*Problem to solve*
From the data that follows, print exactly the lines starting at the one containing "return finite(pf * tOverG)" and ending at the one containing "every Rsb > 0."; include both of them and nothing more.

*** Dataset records ***

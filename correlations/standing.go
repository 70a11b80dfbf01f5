package correlations

import (
	"math"
)

// Standing (1947): M.B. Standing, "A Pressure-Volume-Temperature Correlation for Mixtures of
// California Oils and Gases", Drilling and Production Practice, API (1947), 275–287. Fitted to
// 105 bubble points of 22 California oil–gas systems: Pb 130–7,000 psia, T 100–258 °F,
// Rsb 20–1,425 scf/STB, 16.5–63.8 °API, γg 0.59–0.95 (ranges from memory, as commonly quoted).

// StandingBubblePoint returns the bubble-point pressure (psia) of an oil holding rsb scf/STB,
// by Standing (1947) in its usual algebraic form
//
//	Pb = 18.2·[(Rsb/γg)^0.83 · 10^a − 1.4],  a = 0.00091·T − 0.0125·API,
//
// T in °F. This is the published direction. Because of the −1.4 the published form reaches
// Pb = 0 at a small positive Rsb; below standard pressure (14.7 psia) the pair is continued
// linearly through the origin, Pb = 14.7·Rsb/Rs(14.7), so that it stays positive, monotonic and
// exactly inverse.
func StandingBubblePoint(rsb float64, o Oil) (float64, error) {
	if err := checkOil(o); err != nil {
		return 0, err
	}
	if err := checkGOR("Rsb", rsb); err != nil {
		return 0, err
	}
	a := 0.00091*o.Temperature - 0.0125*o.API
	pb := 18.2 * (pow(rsb/o.GasGravity, 0.83)*pow10(a) - 1.4)
	if pb < pLinear { // equivalent to rsb < Rs(14.7), the published form being monotonic
		return finite(pLinear * rsb / standingRs(pLinear, o))
	}
	return finite(pb)
}

// pLinear is the pressure (psia, standard pressure) below which the Standing and
// Petrosky–Farshad pairs are continued linearly through the origin.
const pLinear = 14.7

func standingRs(p float64, o Oil) float64 {
	x := 0.0125*o.API - 0.00091*o.Temperature
	return o.GasGravity * pow((p/18.2+1.4)*pow10(x), 1/0.83)
}

// StandingSolutionGOR returns the solution GOR (scf/STB) at p psia (p at or below the bubble
// point) as the closed-form inverse of StandingBubblePoint:
//
//	Rs = γg·[(p/18.2 + 1.4) · 10^(0.0125·API − 0.00091·T)]^(1/0.83),
//
// continued linearly to Rs = 0 at p = 0 below 14.7 psia (see StandingBubblePoint).
func StandingSolutionGOR(p float64, o Oil) (float64, error) {
	if err := checkOil(o); err != nil {
		return 0, err
	}
	if err := checkPressure("p", p); err != nil {
		return 0, err
	}
	if p < pLinear {
		return finite(standingRs(pLinear, o) * p / pLinear)
	}
	return finite(standingRs(p, o))
}

// StandingOilFVF returns the saturated oil formation volume factor (rb/STB) of oil holding rs
// scf/STB at o.Temperature, by Standing (1947) in its original form
//
//	Bo = 0.9759 + 1.2e−4·F^1.2,  F = Rs·(γg/γo)^0.5 + 1.25·T,
//
// T in °F, γo the stock-tank oil specific gravity. (A later refit, 0.972 + 1.47e−4·F^1.175,
// is not this catalog entry.) Data: Bob 1.024–2.15 rb/STB. p is not used.
func StandingOilFVF(p, rs float64, o Oil) (float64, error) {
	if err := checkOil(o); err != nil {
		return 0, err
	}
	if err := checkGOR("Rs", rs); err != nil {
		return 0, err
	}
	f := rs*math.Sqrt(o.GasGravity/o.OilGravity()) + 1.25*o.Temperature
	if !(f > 0) {
		return 0, inputError("temperature", o.Temperature, "high enough for a positive Standing correlating number")
	}
	return finite(0.9759 + 1.2e-4*pow(f, 1.2))
}
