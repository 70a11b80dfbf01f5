package correlations

import "math"

// Lasater (1958): J.A. Lasater, "Bubble Point Pressure Correlation", Trans. AIME 213 (1958)
// 379–381. 158 bubble points of 137 oils from Canada, the western and mid-continent United
// States and South America: Pb 48–5,780 psia, T 82–272 °F, Rsb 3–2,905 scf/STB,
// 17.9–51.1 °API, γg 0.574–1.223 (from memory).
//
// Lasater correlated the bubble-point pressure factor pf = Pb·γg/T (T °R) with the mole
// fraction of gas in the reservoir liquid,
//
//	yg = (Rs/379.3) / (Rs/379.3 + 350·γo/Mo),
//
// on a chart. The code uses the common fit of that chart (yg ≤ 0.6: pf = 0.679·exp(2.786·yg)
// − 0.323; yg > 0.6: pf = 8.26·yg^3.56 + 1.95) and of the effective molecular weight chart of
// the stock-tank oil (API ≤ 40: Mo = 630 − 10·API; API > 40: Mo = 73,110·API^−1.562).

func lasaterMo(api float64) float64 {
	if api <= 40 {
		return 630 - 10*api
	}
	return 73110 * pow(api, -1.562)
}

// lasaterYgBreak is the mole fraction where the two chart fits meet; their values there,
// lasaterPfLow and lasaterPfHigh, differ by about 0.001 (a small gap, not an overlap).
const lasaterYgBreak = 0.6

// lasaterYgMax bounds the chart fit from above: as yg → 1 the fit gives a finite Pb for an
// infinite Rs, so beyond yg = 0.95 (Rs of about 5,000 scf/STB or more, far outside Lasater's
// data) Pb is continued in proportion to Rs.
const lasaterYgMax = 0.95

// lasaterYgMin bounds the chart fit from below: the fit gives pf = 0.356, not zero, at
// yg = 0 (the chart does not reach dead oil), so below yg = 0.05 (Rs of roughly 10–30
// scf/STB) Pb is continued in proportion to Rs down to zero, and low-pressure DL stages get
// a small Rs instead of none.
const lasaterYgMin = 0.05

var (
	lasaterPfMax  = 8.26*pow(lasaterYgMax, 3.56) + 1.95
	lasaterPfLow  = 0.679*math.Exp(2.786*lasaterYgBreak) - 0.323
	lasaterPfHigh = 8.26*pow(lasaterYgBreak, 3.56) + 1.95
	lasaterPfMin  = 0.679*math.Exp(2.786*lasaterYgMin) - 0.323 // pf at yg = 0.05
)

// The stock-tank molecular-weight fits stay positive for every API > 0 (630 − 10·API for
// API ≤ 40), so checkOil is all Lasater needs.
func checkLasater(o Oil) error { return checkOil(o) }

// LasaterBubblePoint returns the bubble-point pressure (psia), Lasater (1958), the published
// direction: Pb = pf(yg)·(T + 459.67)/γg with the chart fits above. Below yg = 0.05 and above
// yg = 0.95 Pb is continued in proportion to Rsb (see lasaterYgMin and lasaterYgMax).
func LasaterBubblePoint(rsb float64, o Oil) (float64, error) {
	if err := checkLasater(o); err != nil {
		return 0, err
	}
	if err := checkGOR("Rsb", rsb); err != nil {
		return 0, err
	}
	n := rsb / 379.3
	k := 350 * o.OilGravity() / lasaterMo(o.API) // stock-tank oil, lb-mol per STB
	yg := n / (n + k)
	tOverG := (o.Temperature + rankine) / o.GasGravity
	if yg > lasaterYgMax {
		rsHi := 379.3 * k * lasaterYgMax / (1 - lasaterYgMax)
		return finite(lasaterPfMax * tOverG * rsb / rsHi)
	}
	if yg < lasaterYgMin {
		rsLo := 379.3 * k * lasaterYgMin / (1 - lasaterYgMin)
		return finite(lasaterPfMin * tOverG * rsb / rsLo)
	}
	var pf float64
	if yg <= lasaterYgBreak {
		pf = 0.679*math.Exp(2.786*yg) - 0.323
	} else {
		pf = 8.26*pow(yg, 3.56) + 1.95
	}
	return finite(pf * tOverG)
}

// LasaterSolutionGOR returns the solution GOR (scf/STB) at p psia by inverting the chart fits
// of LasaterBubblePoint in closed form: pf = p·γg/T, then yg from the matching branch, then
// Rs = 379.3·(350·γo/Mo)·yg/(1 − yg). Pressures in the small gap between the branches map to
// yg = 0.6, and pressures below pf(0.05) or above pf(0.95) invert the proportional
// continuations, so the pair is exactly inverse for every Rsb > 0.
func LasaterSolutionGOR(p float64, o Oil) (float64, error) {
	if err := checkLasater(o); err != nil {
		return 0, err
	}
	if err := checkPressure("p", p); err != nil {
		return 0, err
	}
	pf := p * o.GasGravity / (o.Temperature + rankine)
	k := 350 * o.OilGravity() / lasaterMo(o.API)
	if pf > lasaterPfMax {
		rsHi := 379.3 * k * lasaterYgMax / (1 - lasaterYgMax)
		return finite(rsHi * pf / lasaterPfMax)
	}
	var yg float64
	switch {
	case pf < lasaterPfMin:
		rsLo := 379.3 * k * lasaterYgMin / (1 - lasaterYgMin)
		return finite(rsLo * pf / lasaterPfMin)
	case pf <= lasaterPfLow:
		yg = math.Log((pf+0.323)/0.679) / 2.786
	case pf < lasaterPfHigh:
		yg = lasaterYgBreak
	default:
		yg = pow((pf-1.95)/8.26, 1/3.56)
	}
	return finite(379.3 * k * yg / (1 - yg))
}
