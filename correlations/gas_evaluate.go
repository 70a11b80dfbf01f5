package correlations

import "fmt"

// GasInput describes one evaluation of the gas chain.
type GasInput struct {
	GasGravity     float64 // air = 1
	Temperature    float64 // °F
	Pressure       float64 // psia
	H2S, CO2, N2   float64 // mole fractions
	PseudoCritical string  // pseudo-critical family id ("sutton", "standing")
	Z              string  // Z family id ("dak", "hall-yarborough")
}

// GasResult is every gas property at one state, with warnings about the inputs.
type GasResult struct {
	Ppc, Tpc  float64 // psia, °R (after the sour correction)
	Ppr, Tpr  float64
	Z         float64
	Bg        float64 // rcf/scf at 14.696 psia and 60 °F
	Density   float64 // lbm/ft³
	Viscosity float64 // cP (Lee, Gonzalez and Eakin)
	Warnings  []string
}

// EvaluateGas runs the gas chain: pseudo-criticals from gravity, the Wichert–Aziz correction,
// Z, Bg, density and viscosity, and collects range warnings of every method used.
func EvaluateGas(in GasInput) (GasResult, error) {
	var res GasResult
	pcf, err := PseudoCriticalByID(in.PseudoCritical)
	if err != nil {
		return res, err
	}
	if res.Ppc, res.Tpc, err = pcf.Critical(in.GasGravity); err != nil {
		return res, err
	}
	if res.Ppc, res.Tpc, err = WichertAziz(res.Ppc, res.Tpc, in.H2S, in.CO2); err != nil {
		return res, err
	}
	if res.Z, res.Tpr, res.Ppr, err = GasZFromGravity(in.Pressure, in.Temperature, in.GasGravity, in.H2S, in.CO2, in.PseudoCritical, in.Z); err != nil {
		return res, err
	}
	if res.Bg, err = GasFVF(res.Z, in.Pressure, in.Temperature); err != nil {
		return res, err
	}
	if res.Density, err = GasDensity(in.Pressure, in.Temperature, res.Z, in.GasGravity); err != nil {
		return res, err
	}
	if res.Viscosity, err = LeeGonzalezEakin(in.Temperature, in.Pressure, res.Z, in.GasGravity); err != nil {
		return res, err
	}
	values := map[string]float64{"gas gravity": in.GasGravity, "temperature": in.Temperature, "p": in.Pressure,
		"Tpr": res.Tpr, "Ppr": res.Ppr}
	for _, e := range []struct {
		p  Property
		id string
	}{{PseudoCritical, in.PseudoCritical}, {GasZ, in.Z}, {GasViscosity, "lee-gonzalez-eakin"}} {
		if ent, err := Lookup(e.p, e.id); err == nil {
			res.Warnings = append(res.Warnings, ent.Check(values)...)
		}
	}
	if w := RichGasWarning(in.GasGravity, res.Tpr); w != "" {
		res.Warnings = append(res.Warnings, w)
	}
	if in.N2 > 0.05 {
		res.Warnings = append(res.Warnings, fmt.Sprintf("N2 %.1f mol%%: no nitrogen correction is made; gravity-only Z may be off", 100*in.N2))
	}
	return res, nil
}
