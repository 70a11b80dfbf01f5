package correlations

// Standing (1947): M.B. Standing, "A Pressure-Volume-Temperature Correlation for Mixtures of
// California Oils and Gases", Drilling and Production Practice, API (1947), 275–287. Fitted to
// 105 bubble points of 22 California oil–gas systems: Pb 130–7,000 psia, T 100–258 °F,
// Rsb 20–1,425 scf/STB, 16.5–63.8 °API, γg 0.59–0.95 (ranges from memory, as commonly quoted).

// StandingBubblePoint returns the bubble-point pressure (psia) of an oil holding rsb scf/STB,
// by Standing (1947) in its usual algebraic form
//
//	Pb = 18.2·[(Rsb/γg)^0.83 · 10^a − 1.4],  a = 0.00091·T − 0.0125·API,
//
// T in °F. This is the published direction. Because of the −1.4 the published form reaches
// Pb = 0 at a small positive Rsb; below standard pressure (14.7 psia) the pair is continued
// linearly through the origin, Pb = 14.7·Rsb/Rs(14.7), so that it stays positive, monotonic and
// exactly inverse.
func StandingBubblePoint(rsb float64, o Oil) (float64, error) {
	return StandingBubblePointWith(rsb, o, standingPublished[:])
}

// StandingCoefficients are the constants of the Standing pair that a refit may change, in the
// order of the With functions: Rs = γg·[(p/scale + offset)·10^x]^exponent.
var StandingCoefficients = []Coefficient{
	{ID: "scale", Value: 18.2, Role: "18.2 in p/18.2"},
	{ID: "offset", Value: 1.4, Role: "1.4 in (p/18.2 + 1.4)"},
	{ID: "exponent", Value: 1 / 0.83, Role: "1/0.83 = 1.2048, the exponent of the pressure term in Rs"},
}

var standingPublished = [3]float64{18.2, 1.4, 1 / 0.83}

// StandingBubblePointWith is StandingBubblePoint with the coefficients c (StandingCoefficients
// order), the inverse of StandingSolutionGORWith.
func StandingBubblePointWith(rsb float64, o Oil, c []float64) (float64, error) {
	if err := checkOil(o); err != nil {
		return 0, err
	}
	if err := checkGOR("Rsb", rsb); err != nil {
		return 0, err
	}
	if err := checkCoefficients(c, 3); err != nil {
		return 0, err
	}
	a := 0.00091*o.Temperature - 0.0125*o.API
	pb := c[0] * (pow(rsb/o.GasGravity, 1/c[2])*pow10(a) - c[1])
	if pb < pLinear { // equivalent to rsb < Rs(14.7), the published form being monotonic
		return finite(pLinear * rsb / standingRs(pLinear, o, c))
	}
	return finite(pb)
}

// pLinear is the pressure (psia, standard pressure) below which the Standing and
// Petrosky–Farshad pairs are continued linearly through the origin.
const pLinear = 14.7

func standingRs(p float64, o Oil, c []float64) float64 {
	x := 0.0125*o.API - 0.00091*o.Temperature
	return o.GasGravity * pow((p/c[0]+c[1])*pow10(x), c[2])
}

// StandingSolutionGOR returns the solution GOR (scf/STB) at p psia (p at or below the bubble
// point) as the closed-form inverse of StandingBubblePoint:
//
//	Rs = γg·[(p/18.2 + 1.4) · 10^(0.0125·API − 0.00091·T)]^(1/0.83),
//
// continued linearly to Rs = 0 at p = 0 below 14.7 psia (see StandingBubblePoint).
func StandingSolutionGOR(p float64, o Oil) (float64, error) {
	return StandingSolutionGORWith(p, o, standingPublished[:])
}

// StandingSolutionGORWith is StandingSolutionGOR with the coefficients c (StandingCoefficients
// order).
func StandingSolutionGORWith(p float64, o Oil, c []float64) (float64, error) {
	if err := checkOil(o); err != nil {
		return 0, err
	}
	if err := checkPressure("p", p); err != nil {
		return 0, err
	}
	if err := checkCoefficients(c, 3); err != nil {
		return 0, err
	}
	if p < pLinear {
		return finite(standingRs(pLinear, o, c) * p / pLinear)
	}
	return finite(standingRs(p, o, c))
}

// StandingOilFVF returns the saturated oil formation volume factor (rb/STB) of oil holding rs
// scf/STB at o.Temperature, by Standing (1947) in its original form
//
//	Bo = 0.9759 + 1.2e−4·F^1.2,  F = Rs·(γg/γo)^0.5 + 1.25·T,
//
// T in °F, γo the stock-tank oil specific gravity. (A later refit, 0.972 + 1.47e−4·F^1.175,
// is not this catalog entry.) Data: Bob 1.024–2.15 rb/STB. p is not used.
func StandingOilFVF(p, rs float64, o Oil) (float64, error) {
	return StandingOilFVFWith(p, rs, o, standingFVFPublished[:])
}

// StandingFVFCoefficients are the constants of Standing's Bo that a refit may change:
// Bo = intercept + slope·F^exponent, F = Rs·(γg/γo)^gravity + temperature·T. The ones that
// bend the curve come first.
var StandingFVFCoefficients = []Coefficient{
	{ID: "exponent", Value: 1.2, Role: "1.2, the exponent of F"},
	{ID: "temperature", Value: 1.25, Role: "1.25, the factor of T in F"},
	{ID: "gravity", Value: 0.5, Role: "0.5, the exponent of γg/γo in F"},
	{ID: "intercept", Value: 0.9759, Role: "0.9759"},
	{ID: "slope", Value: 1.2e-4, Role: "1.2e−4, the factor of F^1.2"},
}

var standingFVFPublished = [5]float64{1.2, 1.25, 0.5, 0.9759, 1.2e-4}

// StandingOilFVFWith is StandingOilFVF with the coefficients c (StandingFVFCoefficients order).
func StandingOilFVFWith(p, rs float64, o Oil, c []float64) (float64, error) {
	if err := checkOil(o); err != nil {
		return 0, err
	}
	if err := checkGOR("Rs", rs); err != nil {
		return 0, err
	}
	if err := checkCoefficients(c, 5); err != nil {
		return 0, err
	}
	f := rs*pow(o.GasGravity/o.OilGravity(), c[2]) + c[1]*o.Temperature
	if !(f > 0) {
		return 0, inputError("temperature", o.Temperature, "high enough for a positive Standing correlating number")
	}
	return finite(c[3] + c[4]*pow(f, c[0]))
}
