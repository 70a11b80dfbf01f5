package correlations

import (
	"fmt"
	"math"
)

// Constants of the gas-property equations (field units).
const (
	// StdPressure and StdTemperature are the default standard conditions, 14.696 psia and
	// 60 °F (common practice; some labs and jurisdictions use 14.65 psia, see GasFVFStd).
	StdPressure    = 14.696
	StdTemperature = 60.0
	// RankineOffset converts °F to °R.
	RankineOffset = 459.67
	// AirMolarMass is the molar mass of air, lbm/lb-mol (Penn State PNG 520 course notes).
	AirMolarMass = 28.96
	// GasConstant is R in psia·ft³/(lb-mol·°R) (Lyons, ed., Standard Handbook of Petroleum &
	// Natural Gas Engineering, Vol. 2).
	GasConstant = 10.73
	// cubicFeetPerBarrel: 1 bbl = 42 US gal = 5.614583 ft³ (exact by definition).
	cubicFeetPerBarrel = 5.614583
	// lbmPerFt3PerGramPerCC converts lbm/ft³ to g/cm³ (1 g/cm³ = 62.428 lbm/ft³).
	lbmPerFt3PerGramPerCC = 62.428
	// Sane upper limits that catch unit slips (kPa for psia, K for °F) rather than physics.
	maxPressure    = 1e5   // psia
	maxTemperature = 1500. // °F
)

func checkPressure(name string, p float64) error {
	if !(p > 0 && p <= maxPressure) {
		return inputError(name, p, fmt.Sprintf("0 < p ≤ %g psia", float64(maxPressure)))
	}
	return nil
}

func checkTemperatureF(name string, tF float64) error {
	if !(tF > -RankineOffset && tF <= maxTemperature) {
		return inputError(name, tF, fmt.Sprintf("−459.67 < T ≤ %g °F", float64(maxTemperature)))
	}
	return nil
}

func checkZ(z float64) error {
	if !(z > 0 && z <= 10) {
		return inputError("Z", z, "0 < Z ≤ 10")
	}
	return nil
}

// GasFVF returns the gas formation volume factor Bg in rcf/scf at pressure p (psia) and
// temperature tF (°F) for compressibility factor z, at standard conditions of 14.696 psia
// and 60 °F with Z = 1 there:
//
//	Bg = (psc/Tsc)·Z·T/p = 0.02828·Z·(T + 459.67)/p
//
// (often printed as 0.02827, the same ratio rounded; common practice). Use GasFVFStd for
// other standard conditions.
func GasFVF(z, p, tF float64) (float64, error) {
	return GasFVFStd(z, p, tF, StdPressure, StdTemperature)
}

// GasFVFStd is GasFVF with explicit standard pressure psc (psia) and temperature tscF (°F),
// for labs that report at, for example, 14.65 psia:
//
//	Bg = psc·Z·(T + 459.67) / (p·(Tsc + 459.67))   rcf/scf
//
// Z at standard conditions is taken as 1 (common practice).
func GasFVFStd(z, p, tF, psc, tscF float64) (float64, error) {
	if err := checkZ(z); err != nil {
		return 0, err
	}
	if err := checkPressure("p", p); err != nil {
		return 0, err
	}
	if err := checkTemperatureF("temperature", tF); err != nil {
		return 0, err
	}
	if !(psc >= 10 && psc <= 20) {
		return 0, inputError("standard pressure", psc, "10 ≤ psc ≤ 20 psia")
	}
	if !(tscF >= 0 && tscF <= 100) {
		return 0, inputError("standard temperature", tscF, "0 ≤ Tsc ≤ 100 °F")
	}
	return finite(psc * z * (tF + RankineOffset) / (p * (tscF + RankineOffset)))
}

// GasFVFBarrels returns Bg in rb/Mscf (reservoir barrels per thousand standard cubic feet)
// at 14.696 psia and 60 °F: Bg[rb/Mscf] = 1000·Bg[rcf/scf]/5.614583.
func GasFVFBarrels(z, p, tF float64) (float64, error) {
	bg, err := GasFVF(z, p, tF)
	if err != nil {
		return 0, err
	}
	return bg * 1000 / cubicFeetPerBarrel, nil
}

// GasExpansion returns the gas expansion factor E = 1/Bg in scf/rcf at 14.696 psia and
// 60 °F: the standard volume that one reservoir cubic foot of gas becomes at the surface.
func GasExpansion(z, p, tF float64) (float64, error) {
	bg, err := GasFVF(z, p, tF)
	if err != nil {
		return 0, err
	}
	return finite(1 / bg)
}

// GasDensity returns the gas density in lbm/ft³ from the real-gas law,
//
//	ρg = p·M / (Z·R·T),  M = 28.96·γg,  R = 10.73 psia·ft³/(lb-mol·°R)
//
// (Penn State PNG 520 course notes for M; Lyons, ed., for R), with p in psia and T in °R.
func GasDensity(p, tF, z, gasGravity float64) (float64, error) {
	if err := checkPressure("p", p); err != nil {
		return 0, err
	}
	if err := checkTemperatureF("temperature", tF); err != nil {
		return 0, err
	}
	if err := checkZ(z); err != nil {
		return 0, err
	}
	if err := checkGasGravity(gasGravity); err != nil {
		return 0, err
	}
	return finite(p * AirMolarMass * gasGravity / (z * GasConstant * (tF + RankineOffset)))
}

// LeeGonzalezEakin returns the natural-gas viscosity in cP at temperature tF (°F), pressure
// p (psia), compressibility factor z and gas gravity γg, after Lee, A.L., Gonzalez, M.H. and
// Eakin, B.E. (1966), "The Viscosity of Natural Gases", J. Petrol. Technol. 18 (8): 997–1000
// (SPE 1340):
//
//	μg = 1e-4·K·exp(X·ρ^Y)
//	K  = (9.4 + 0.02·M)·T^1.5 / (209 + 19·M + T)
//	X  = 3.5 + 986/T + 0.01·M
//	Y  = 2.4 − 0.2·X
//
// with T in °R, M = 28.96·γg and ρ the gas density in g/cm³ (GasDensity/62.428). Their
// data: four natural gases at 100–340 °F and 100–8,000 psia (from memory).
func LeeGonzalezEakin(tF, p, z, gasGravity float64) (float64, error) {
	rho, err := GasDensity(p, tF, z, gasGravity)
	if err != nil {
		return 0, err
	}
	rho /= lbmPerFt3PerGramPerCC
	t := tF + RankineOffset
	m := AirMolarMass * gasGravity
	k := (9.4 + 0.02*m) * t * math.Sqrt(t) / (209 + 19*m + t)
	x := 3.5 + 986/t + 0.01*m
	y := 2.4 - 0.2*x
	return finite(1e-4 * k * math.Exp(x*math.Exp(y*math.Log(rho))))
}

// GasZFromGravity is a convenience chain: pseudo-criticals of family ppcID from the gas gravity, the
// Wichert–Aziz correction when yH2S or yCO2 (mole fractions) is not zero, then Z of family
// zID at pressure p (psia) and temperature tF (°F). It returns Z and the pseudo-reduced
// temperature and pressure used.
func GasZFromGravity(p, tF, gasGravity, yH2S, yCO2 float64, ppcID, zID string) (z, tpr, ppr float64, err error) {
	pcf, err := PseudoCriticalByID(ppcID)
	if err != nil {
		return 0, 0, 0, err
	}
	zf, err := ZByID(zID)
	if err != nil {
		return 0, 0, 0, err
	}
	if err := checkPressure("p", p); err != nil {
		return 0, 0, 0, err
	}
	if err := checkTemperatureF("temperature", tF); err != nil {
		return 0, 0, 0, err
	}
	ppc, tpc, err := pcf.Critical(gasGravity)
	if err != nil {
		return 0, 0, 0, err
	}
	if ppc, tpc, err = WichertAziz(ppc, tpc, yH2S, yCO2); err != nil {
		return 0, 0, 0, err
	}
	tpr, ppr = (tF+RankineOffset)/tpc, p/ppc
	z, err = zf.Z(tpr, ppr)
	return z, tpr, ppr, err
}

// Rich-gas warning threshold, from the AGA8 comparison in gas_z_test.go
// (testdata/aga8): with Sutton pseudo-criticals and gravity alone, the 0.60 and 0.70 gases
// stay within 3.4 % of GERG-2008 at 100–250 °F (Tpr ≥ 1.48), while the 0.80 and 0.90 gases
// are off by 3–18 % wherever Tpr < 1.8 (worst near Tpr 1.3–1.4 and Ppr 1.5–5).
const (
	richGasGravity = 0.75
	richGasTpr     = 1.8
)

// RichGasWarning returns a non-empty warning when a gravity-only Z (Sutton pseudo-criticals,
// then DAK or Hall–Yarborough) is unreliable: a rich gas (γg ≥ 0.75) at low pseudo-reduced
// temperature (Tpr < 1.8, Tpr from Sutton's Tpc). Otherwise it returns "".
func RichGasWarning(gasGravity, tpr float64) string {
	if gasGravity >= richGasGravity && tpr < richGasTpr {
		return fmt.Sprintf("gas gravity %.3g at Tpr %.3g: a Z from gas gravity alone can be off by 5–18 %% "+
			"for a rich gas at low reduced temperature; use the gas composition or a measured Z", gasGravity, tpr)
	}
	return ""
}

***

*Written answer*
	return finite(pf * tOverG)
}

// LasaterSolutionGOR returns the solution GOR (scf/STB) at p psia by inverting the chart fits
// of LasaterBubblePoint in closed form: pf = p·γg/T, then yg from the matching branch, then
// Rs = 379.3·(350·γo/Mo)·yg/(1 − yg). Pressures in the small gap between the branches map to
// yg = 0.6, and pressures below pf(0.05) or above pf(0.95) invert the proportional
// continuations, so the pair is exactly inverse for every Rsb > 0.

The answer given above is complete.